What is needed: How many lines in the entries below contain "junction"? Answer with the number only.

★ ★ ★

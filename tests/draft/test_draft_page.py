"""Putting entries into a user's file: in the right place, in its own manner, with every byte of it kept."""

from __future__ import annotations

import pytest

from drc_power.draft.page import Page
from drc_power.draft.whole import inserted
from drc_power.draft.writing import Entry, commented, entry
from drc_power.faults import InputError
from drc_power.intake.tree import tree_of

NEW = [entry("+5V", {"voltage": ""}, "guess: 5 V", names={"+5V"}), commented("VIN", {"voltage": ""}, "solved", names={"VIN"})]
LINES = ['"+5V": {voltage: }   # guess: 5 V', "# VIN: {voltage: }   # solved"]


def put(text: str, entries=NEW, section: str = "rails", blocks=()) -> str:
    return inserted(Page(text, "b.yaml"), {section: entries}, blocks)


@pytest.mark.parametrize(("before", "after"), [
    ("rails:\n  A: {x: 1}\n", "rails:\n  A: {x: 1}\n  %s\n  %s\n"),
    ("rails:\n  A: {x: 1}   # mine\nloads: {}\n", "rails:\n  A: {x: 1}   # mine\n  %s\n  %s\nloads: {}\n"),
    ("rails:\n      A: 1\n\n# next\nloads:\n", "rails:\n      A: 1\n      %s\n      %s\n\n# next\nloads:\n"),
    ("rails:\n  A: 1\n  # later: B\n# loads\nloads:\n", "rails:\n  A: 1\n  # later: B\n  %s\n  %s\n# loads\nloads:\n"),
    ("rails:\n  A:\n    x: 1\n    y:\n     - 2\n     - 3   # three\nloads:\n", "rails:\n  A:\n    x: 1\n    y:\n     - 2\n     - 3   # three\n  %s\n  %s\nloads:\n"),
    ("rails:\n  A:\n  - 1\n  - 2\n", "rails:\n  A:\n  - 1\n  - 2\n  %s\n  %s\n"),
    ("rails:\n  A:   # blank\nloads:\n", "rails:\n  A:   # blank\n  %s\n  %s\nloads:\n"),
    ("rails:\nloads:\n", "rails:\n  %s\n  %s\nloads:\n"),
    ("rails:   # none yet\n  # a thought\n\nloads:\n", "rails:   # none yet\n  # a thought\n  %s\n  %s\n\nloads:\n"),
    ("rails:", "rails:\n  %s\n  %s\n"),
    ("rails:\n  A: 1", "rails:\n  A: 1\n  %s\n  %s\n"),
    ("rails:\n  A: |\n    text\n    more\nloads:\n", "rails:\n  A: |\n    text\n    more\n  %s\n  %s\nloads:\n"),
    ("rails:\n  A: two\n    lines\nloads:\n", "rails:\n  A: two\n    lines\n  %s\n  %s\nloads:\n"),
    ("\ufeffrails:\n  A: 1\n", "\ufeffrails:\n  A: 1\n  %s\n  %s\n"),
    ("rails:\r\n  A: 1\r\nloads:\r\n", "rails:\r\n  A: 1\r\n  %s\r\n  %s\r\nloads:\r\n"),
    ("---\nrails:\n  A: 1\n...\n# after\n", "---\nrails:\n  A: 1\n  %s\n  %s\n...\n# after\n"),
    ("x: &a {y: 1}\nrails:\n  A: *a\nloads:\n", "x: &a {y: 1}\nrails:\n  A: *a\n  %s\n  %s\nloads:\n"),
    ("  rails:\n    A: 1\n  loads:\n", "  rails:\n    A: 1\n    %s\n    %s\n  loads:\n"),
    ('"rails":\n  "µ ü": 1   # ± 日本\n', '"rails":\n  "µ ü": 1   # ± 日本\n  %s\n  %s\n'),
])
def test_below_the_last_entry_in_its_indentation(before, after):
    assert put(before) == after % tuple(LINES)


@pytest.mark.parametrize(("before", "after"), [
    ("rails: {}\n", 'rails: {\n    "+5V": {voltage: },   # guess: 5 V\n    # VIN: {voltage: }   # solved\n  }\n'),
    ("rails: {A: {x: 1}}   # mine\n", 'rails: {A: {x: 1},\n    "+5V": {voltage: },   # guess: 5 V\n    # VIN: {voltage: }   # solved\n  }   # mine\n'),
    ("rails: {A: 1, }\n", 'rails: {A: 1, \n    "+5V": {voltage: },   # guess: 5 V\n    # VIN: {voltage: }   # solved\n  }\n'),
    ("rails: {\n  A: 1   # a, b\n}\nx: 1\n", 'rails: {\n  A: 1,   # a, b\n    "+5V": {voltage: },   # guess: 5 V\n    # VIN: {voltage: }   # solved\n}\nx: 1\n'),
    ("rails: {\n  A: 1,   # a\n  # end\n  }\n", 'rails: {\n  A: 1,   # a\n  # end\n    "+5V": {voltage: },   # guess: 5 V\n    # VIN: {voltage: }   # solved\n  }\n'),
])
def test_inside_the_braces_of_a_section_in_braces(before, after):
    assert put(before) == after


def test_blocks_go_to_the_end_and_entries_before_them():
    assert put("rails:\n  A: 1", blocks=["loads:\n  x: 1"]) == f"rails:\n  A: 1\n  {LINES[0]}\n  {LINES[1]}\n\nloads:\n  x: 1\n"
    assert put("rails:\n  A: 1\n...\n", [], blocks=["loads:\n  x: 1"]) == "rails:\n  A: 1\n\nloads:\n  x: 1\n...\n"


def test_a_name_with_a_hash_inside_keeps_its_comma_inside_braces():
    odd = [entry("A   # B", {"net": '"x   # y"'}, "a remark", names={"A   # B"})]
    text = put("rails: {}\n", odd)
    assert tree_of(text.encode(), "x")[0]["rails"] == {"A   # B": {"net": "x   # y"}}


@pytest.mark.parametrize(("text", "said"), [
    ("{rails: {}}", "b.yaml:1:1: the file is not a mapping with a line for each key"),
    ("- rails", "b.yaml:1:1: the file is not a mapping"),
    ("rails: ~\n", "b.yaml:1:8: rails: does not hold names with values of their own; leave nothing after the colon"),
    ("rails: [a]\n", "b.yaml:1:8: rails: does not hold names"),
    ("x: &a {y: 1}\nrails: *a\n", "b.yaml:2:8: rails: does not hold names"),
    ("rails: text\n", "b.yaml:1:8: rails: does not hold names"),
    ("rails: {a: 1\n", "this is not YAML"),
    ("rails: {}\nrails: {}\n", "the key 'rails' stands twice"),
    # A line separator ends a line for YAML and not for an editor: what goes below the editor's line changes the meaning.
    ("rails: {A: 1}\u2028loads:\n  x: 1\n", None),
    ("rails:\n  A: 1\u2028loads: {}\n", "there is no place in this file"),
])
def test_what_has_no_place_is_refused_and_not_guessed(text, said):
    if said is None:
        assert set(tree_of(put(text).encode(), "x")[0]["rails"]) == {"A", "+5V"}
        return
    with pytest.raises(InputError) as caught:
        put(text)
    assert said in str(caught.value)


def test_entries_of_several_lines_have_no_room_in_braces():
    with pytest.raises(InputError, match="write its entries one below the other"):
        put("rails: {}\n", [Entry("a:\n  b: 1", "a")])


def test_statements_are_entries_and_comment_lines():
    page = Page('loads:   # intro\n  # a U1 on +5V\n  x: {net: "+3V3"}   # U4\n  y:\n    # inside y\n    net: GND\n  # last\n# next section\nparts:\n', "b")
    found = page.statements("loads")
    assert [(s.key, sorted(s.scalars)) for s in found if not s.is_comment] == [("x", ["+3V3", "net"]), ("y", ["GND", "net"])]
    assert [s.text.strip() for s in found if s.is_comment] == ["# a U1 on +5V", "# last", "# next section"]
    assert found[0].speaks_of("+3V3") and found[0].speaks_of("U4") and not found[0].speaks_of("3V3") and not found[0].speaks_of("U")
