@pytest.fixture
def built(monkeypatch):
    """As if alternating rails and rectifiers were supported, whatever this version does."""
    for row in ("rails.*.ac", "rails.*.frequency", "stages.*.kind=rectifier"):
        monkeypatch.delitem(NOT_BUILT["annotations"], row, raising=False)


def test_a_rectifier_behind_a_transformer_is_fed_by_its_secondary(desk_for, element, survey_of, built):
    desk = desk_for(*bridge_board(element, survey_of, element("J1", "source", "connector", "N", "M"), element("T1", "pass", "transformer", "M", "A")))
    desk.draft()
    assert desk.tree()["rails"] == {"A": {"ac": "", "frequency": "", "source": "T1", "return": "B"}}
    assert '# M: {voltage: , source: J1, return: "N"}   # feeds T1: give the voltage of its secondary instead' in desk.path.read_text()
    assert desk.tree()["stages"] == {"br1-rectifier": {"kind": "rectifier", "bridge": "BR1", "reservoir": "C1"}}
    assert desk.draft().files == {}


def test_a_rectifier_behind_a_fuse_is_fed_by_the_source(desk_for, element, survey_of, built):
    desk = desk_for(*bridge_board(element, survey_of, element("J1", "source", "connector", "B", "M"), element("F1", "pass", "fuse", "M", "A")))
    desk.draft()
    assert desk.tree()["rails"] == {"M": {"ac": "", "frequency": "", "source": "J1", "return": "B"}}


def test_a_rectifier_whose_pins_nobody_knows_is_a_comment(desk_for, element, survey_of, built):
    desk = desk_for(*bridge_board(element, survey_of, terminals=("1", "2")))
    desk.draft()
    assert not desk.tree()["stages"] and "a bridge with its pins known, or four diodes that make one, is due" in desk.path.read_text()


def test_what_hangs_on_three_phases_is_one_load_between_them(desk_for, element, survey_of, monkeypatch):
    monkeypatch.delitem(NOT_BUILT["annotations"], "stages.*.kind=three-phase", raising=False)
    high = [part(f"Q{2 * k + 1}", "NF6008", "VBUS", phase) for k, phase in enumerate("UVW")]
    low = [part(f"Q{2 * k + 2}", "NF6008", phase, "GND") for k, phase in enumerate("UVW")]
    netlist = netlist_of(*high, *low, part("J2", "MOTOR", "U", "V", "W"))
    switches = [element(p.ref, "switch", "mosfet", *p.nets_of(), f"g{p.ref}") for p in (*high, *low)]
    survey = survey_of(netlist, *switches, *(element("J2", "load", "connector", phase, "GND") for phase in "UVW"),
                       stages=(Stage("three-phase", {"high": ("Q1", "Q3", "Q5"), "low": ("Q2", "Q4", "Q6"), "load": ("J2",)}, None),))
    desk = desk_for(survey, netlist)
    desk.draft()
    tree = desk.tree()
    assert tree["loads"] == {"j2": {"between": ["U", "V", "W"], "draws": ""}}
    assert tree["stages"]["q1-three-phase"] == {
        "kind": "three-phase", "high": ["Q1", "Q3", "Q5"], "low": ["Q2", "Q4", "Q6"], "load": "j2", "frequency": "", "modulation": "",
        "power_factor": "", "dead_time": ""}
    assert desk.draft().files == {}
    desk.write(desk.path.read_text().replace("j2: {between", "motor: {between").replace("load: j2", "load: motor"))
    assert desk.draft().files == {}
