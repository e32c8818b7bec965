"""A draft goes straight into a check: no error, everything unproven by name, and no blank ever passes."""

from __future__ import annotations

import importlib.util
import re
import sys
from pathlib import Path

import pytest

from drc_power.cli import main
from drc_power.draft import make_draft
from drc_power.findings.verdict import exit_status
from drc_power.intake.annotations import read_annotations
from drc_power.intake.tree import Blank, tree_of
from drc_power.netlist import read_netlist
from drc_power.report.write import write_files
from drc_power.run import check
from drc_power.survey import survey_netlist

sys.path.insert(0, str(Path(__file__).parents[1] / "boards"))
from battery_board import ANNOTATIONS, DEVICES, PARTS  # noqa: E402
from draw import write_board  # noqa: E402

ROOT = Path(__file__).parents[2]
DEMO = ROOT / "fixtures" / "frost-fan"
SHARED = ROOT.parent / "shared" / "netlists"
NETLISTS = [DEMO / "rev-b.net", DEMO / "rev-c.net", *sorted(SHARED.glob("*.net"))]


@pytest.fixture
def drafted(tmp_path, request):
    """A netlist with a draft beside it, in an empty folder; the annotation file's path."""
    (tmp_path / "board.net").write_bytes(request.param.read_bytes())
    netlist = read_netlist(tmp_path / "board.net")
    path = tmp_path / "board.power.yaml"
    files = make_draft(survey_netlist(netlist), netlist, str(path)).files
    (tmp_path / "devices").mkdir()
    write_files(files)
    return path


@pytest.mark.parametrize("drafted", NETLISTS, ids=lambda path: path.stem, indirect=True)
def test_a_draft_checks_with_everything_unproven_by_name(drafted):
    result = check(str(drafted))
    assert exit_status(result) == 1
    assert {f.verdict for f in result.findings} == {"unproven"}
    tree = tree_of(drafted.read_bytes(), "x")[0]
    nets = {f.net for f in result.findings if f.rule == "coverage.rail"}
    assert all(isinstance(rail.get("voltage", rail.get("ac")), Blank) for rail in tree["rails"].values()) and set(tree["rails"]) <= nets
    told = " ".join(f.text for f in result.findings if f.rule == "coverage.data" and f.ref is None)
    assert all(f"the load {name} takes" in told for name in tree.get("loads") or ())
    refs = {f.ref for f in result.findings if f.ref}
    assert {ref for key in tree["parts"] for ref in key.split()} <= refs
    assert set(result.coverage.unproven) >= {ref for key in tree["parts"] for ref in key.split()}


@pytest.mark.parametrize("drafted", NETLISTS[:2], ids=lambda path: path.stem, indirect=True)
def test_the_command_says_so_and_exits_1(drafted, capsys):
    assert main(["check", str(drafted)]) == 1
    out, err = capsys.readouterr()
    assert "0 exceeded" in out and "0 met" in out and err == ""


@pytest.fixture
def battery(tmp_path):
    return lambda annotations=ANNOTATIONS, devices=DEVICES: check(str(write_board(tmp_path, PARTS, annotations, devices)))


BLANKS = [
    ("VBAT: {voltage: 20 V .. 24 V .. 28 V,", "VBAT: {voltage: ,"), ('"+5V": {voltage: 5 V}', '"+5V": {voltage: }'),
    ("draws: 20 mA .. 60 mA", "draws: "), ("resistance: 12 ohm ± 5 %", "resistance: "), ("ambient: -20 °C .. 50 °C", "ambient: "),
    ("{device: nfet-60v, gate: 10 V,", "{device: , gate: 10 V,"), ("{device: shunt-2512}", "{device: }"), ("gate: 10 V", "gate: "),
]
"""Every key of the annotations that may be blank and that the board has."""


@pytest.mark.parametrize(("given", "blank"), BLANKS, ids=[row[1] for row in BLANKS])
def test_no_blank_of_the_annotations_passes(battery, given, blank):
    assert given in ANNOTATIONS
    before, after = battery(), battery(ANNOTATIONS.replace(given, blank))
    assert not [f for f in before.findings if f.verdict == "unproven"]
    assert [f for f in after.findings if f.verdict == "unproven"] and exit_status(after) == 1


DATA = [re.search(rf"{key}: ([^,{{}}\[\]]+|\{{[^}}]*\}}|\[\[.*?\]\])", DEVICES) for key in
        ("vds", "vgs", "id", "tj", "power", "rds", "dc", "vin", "current", "dropout", "quiescent", "differential", "voltage", "resistance", "rth_ja")]


@pytest.mark.parametrize("found", DATA, ids=[m[0] for m in DATA])
def test_no_blank_of_the_device_data_passes(battery, found):
    key, _, value = found[0].partition(": ")
    blanked = DEVICES[: found.start()] + f"{key}: " + DEVICES[found.end() :]
    assert blanked != DEVICES and value
    assert [f for f in battery(devices=blanked).findings if f.verdict == "unproven"]


REFUSED = [("rds_scale: [[25 °C, 1.0], [100 °C, 1.4], [150 °C, 1.8]]", "rds_scale: "), ("at_gate: 10 V", "at_gate: "), ("slope: 10 mohm", "slope: ")]


@pytest.mark.parametrize(("given", "blank"), REFUSED, ids=[row[1] for row in REFUSED])
def test_a_blank_that_would_pass_for_none_is_refused(tmp_path, capsys, given, blank):
    path = write_board(tmp_path, PARTS, ANNOTATIONS, DEVICES.replace(given, blank, 1))
    assert main(["check", str(path)]) == 2
    assert "is due here, found nothing" in capsys.readouterr().err


@pytest.mark.parametrize("annotations", [
    ANNOTATIONS.replace("draws: 20 mA .. 60 mA", "draws: "),
    ANNOTATIONS.replace("draws: 20 mA .. 60 mA", "draws: ").replace("4.5 V .. 5.5 V", "4.6 V .. 5.1 V"),
], ids=["in the middle", "where some load would help"])
def test_a_load_left_blank_leaves_all_that_carries_it_unproven(battery, annotations):
    verdicts = {(f.ref, f.rule): f.verdict for f in battery(annotations).findings}
    for ref, rule in (("F1", "derating.current"), ("Q1", "junction.steady"), ("U1", "junction.steady"), ("U1", "derating.current")):
        assert verdicts[ref, rule] == "unproven", (ref, rule)
    assert [f for f in battery(annotations).findings if f.rule == "coverage.data" and "controller" in f.text]


def test_a_blank_in_a_mode_takes_the_base_value_away(tmp_path):
    modes = "modes:\n  run: {}\n  idle: {loads: {heater: {draws: }, controller: {draws: 1 mA}}}\n"
    result = check(str(write_board(tmp_path, PARTS, ANNOTATIONS + modes, DEVICES)))
    open_loads = [f for f in result.findings if f.rule == "coverage.data" and "heater" in f.text]
    assert [f.mode for f in open_loads] == ["idle"]
    assert {f.mode for f in result.findings if f.verdict == "unproven"} == {"idle"}


@pytest.mark.parametrize(("load", "lacks", "demands"), [
    ("{net: A, draws: }", True, ()), ("{net: A, draws: , power: 3 W}", False, ("power",)), ("{net: A, draws: 1 A, power: }", False, ("draws",)),
    ("{net: A, kind: motor, draws: , resistance: 0.3 ohm}", True, ("resistance",)), ("{net: A, kind: motor, draws: 1 A, resistance: }", False, ("draws",)),
])
def test_what_counts_as_a_demand_beside_blanks(tmp_path, load, lacks, demands):
    path = tmp_path / "b.power.yaml"
    path.write_text(f"format: 1\nnetlist: b.net\nloads: {{x: {load}}}\n")
    note = read_annotations(path).in_mode("run").loads["x"]
    assert (note.lacks_demand, note.demands) == (lacks, demands)


@pytest.mark.parametrize("stage", ["{kind: low-side, switch: Q2, load: heater, frequency: , duty: }", "{kind: low-side, switch: Q2, frequency: }"])
def test_a_switch_that_may_be_chopped_is_unproven_until_somebody_says(battery, stage):
    result = battery(ANNOTATIONS + f"stages:\n  heat: {stage}\n")
    verdicts = {f.rule: f.verdict for f in result.findings if f.ref == "Q2"}
    assert {verdicts[rule] for rule in ("junction.steady", "dissipation.part", "derating.vds")} == {"unproven"}
    static = battery(ANNOTATIONS + "stages:\n  heat: {kind: low-side, switch: Q2, load: heater}\n")
    assert not [f for f in static.findings if f.verdict == "unproven"]


def test_a_chips_idle_current_left_blank_is_unproven(battery):
    chip = "  mc-01: {kind: ic, limits: {power: 1 W, tj: 125 °C}, thermal: {rth_ja: 100 K/W}, conduction: {quiescent: }}\n"
    annotations = ANNOTATIONS.replace("outside:\n  - {parts: [U2], because: signal level}\n", "").replace(", heats: U2", "")
    result = battery(annotations.replace("  R3:", "  U2: {device: mc-01}\n  R3:"), DEVICES + chip)
    assert {f.verdict for f in result.findings if f.ref == "U2"} == {"unproven"}


def test_a_draft_filled_in_checks_like_annotations_written_by_hand(tmp_path):
    """The same numbers typed into the blanks of a draft give the same operating points."""
    by_hand = check(str(write_board(tmp_path, PARTS, ANNOTATIONS, DEVICES)))
    folder = tmp_path / "drafted"
    (folder / "devices").mkdir(parents=True)
    (folder / "board.net").write_bytes((tmp_path / "board.net").read_bytes())
    netlist = read_netlist(folder / "board.net")
    path = folder / "board.power.yaml"
    text = make_draft(survey_netlist(netlist), netlist, str(path)).files[str(path)]
    for blank, given in FILLED_IN:
        assert text.count(blank) == 1, (blank, text)
        text = text.replace(blank, given)
    path.write_text(text)
    (folder / "devices" / "board.yaml").write_text("format: 1\ndevices:\n" + renamed(DEVICES))
    result = check(str(path))
    assert not [f for f in result.findings if f.verdict == "unproven"]
    assert worst_powers(result) == pytest.approx(worst_powers(by_hand))


FILLED_IN = [
    ("{ambient: }", "{ambient: -20 °C .. 50 °C}"), ("VBAT: {voltage: ,", "VBAT: {voltage: 20 V .. 24 V .. 28 V,"),
    ('"+5V": {voltage: ,', '"+5V": {voltage: 5 V,'), ('{net: "+5V", draws: }', '{net: "+5V", draws: 20 mA .. 60 mA}'),
    ('{net: "+24V", return: "/HEAT-", draws: }', '{net: "+24V", return: "/HEAT-", resistance: 12 ohm ± 5 %}'),
    (", frequency: , duty: }", "}"), ("{device: pf4012, gate: }", "{device: pf4012, gate: 20 V .. 28 V}"),
    ("{device: nf6008, gate: , overshoot: }", "{device: nf6008, gate: 10 V, heat: {sink: plate, interface: 0.6 K/W}}"),
    ("{device: reg-5v0}", "{device: reg-5v0, heat: {sink: plate, interface: 1.0 K/W}}"),
    ("rules: [shipped/common-practice]", "sinks: {plate: {resistance: 8 K/W}}"),
]


def renamed(devices: str) -> str:
    """The board's device data under the names that a draft gives."""
    for name, drafted in (("fuse-10a", "fuse-10a"), ("pfet-40v", "pf4012"), ("nfet-60v", "nf6008"), ("ldo-5v", "reg-5v0"), ("shunt-2512", "resistor")):
        devices = devices.replace(f"  {name}: {{", f"  {drafted}: {{")
    return devices


def worst_powers(result) -> dict[str, float]:
    """The highest dissipation of every part [W]."""
    return {p.ref: max(q.power_w for q in result.operating_points if q.ref == p.ref) for p in result.operating_points}


DRAWN = sorted((ROOT / "tests" / "survey" / "boards").glob("*.txt"))
_conftest = importlib.util.spec_from_file_location("drawn_boards", ROOT / "tests" / "survey" / "conftest.py")
drawn_boards = importlib.util.module_from_spec(_conftest)
sys.modules["drawn_boards"] = drawn_boards
_conftest.loader.exec_module(drawn_boards)


def as_text(netlist) -> str:
    """A netlist as KiCad writes it."""
    def quote(text: str) -> str:
        return '"' + text.replace("\\", "\\\\").replace('"', '\\"') + '"'

    comps = [f"(comp (ref {quote(p.ref)}) (value {quote(p.value)}) (footprint {quote(p.footprint)}) (libsource (lib {quote(p.library)}) "
             f"(part {quote(p.symbol)}) (description {quote(p.description)})))" for p in netlist.parts.values()]
    pins = {(p.ref, pin.number): pin for p in netlist.parts.values() for pin in p.pins}
    nets = []
    for code, net in enumerate(netlist.nets.values(), 1):
        nodes = [f"(node (ref {quote(n.ref)}) (pin {quote(n.pin)}) (pinfunction {quote(pins[n.ref, n.pin].name)}) (pintype {quote(pins[n.ref, n.pin].type)}))"
                 for n in net.nodes]
        nets.append(f'(net (code "{code}") (name {quote(net.name)}) {" ".join(nodes)})')
    return f'(export (version "E") (components {" ".join(comps)}) (nets {" ".join(nets)}))'


@pytest.mark.parametrize("board", DRAWN, ids=lambda path: path.stem)
def test_every_drawn_board_drafts_into_a_check_without_error(tmp_path, board):
    drawn = drawn_boards.draw(board.read_text(encoding="utf-8"), board.stem)
    (tmp_path / "board.net").write_text(as_text(drawn.netlist), encoding="utf-8")
    netlist = read_netlist(tmp_path / "board.net")
    survey = survey_netlist(netlist)
    path = tmp_path / "board.power.yaml"
    (tmp_path / "devices").mkdir()
    write_files(make_draft(survey, netlist, str(path)).files)
    result = check(str(path))
    assert exit_status(result) == 1
    assert {f.verdict for f in result.findings} == {"unproven"}
    judged = {e.ref for e in survey.elements if e.group in ("pass", "switch", "clamp")}
    assert judged <= {f.ref for f in result.findings if f.ref}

★ ★ ★

The answer: 2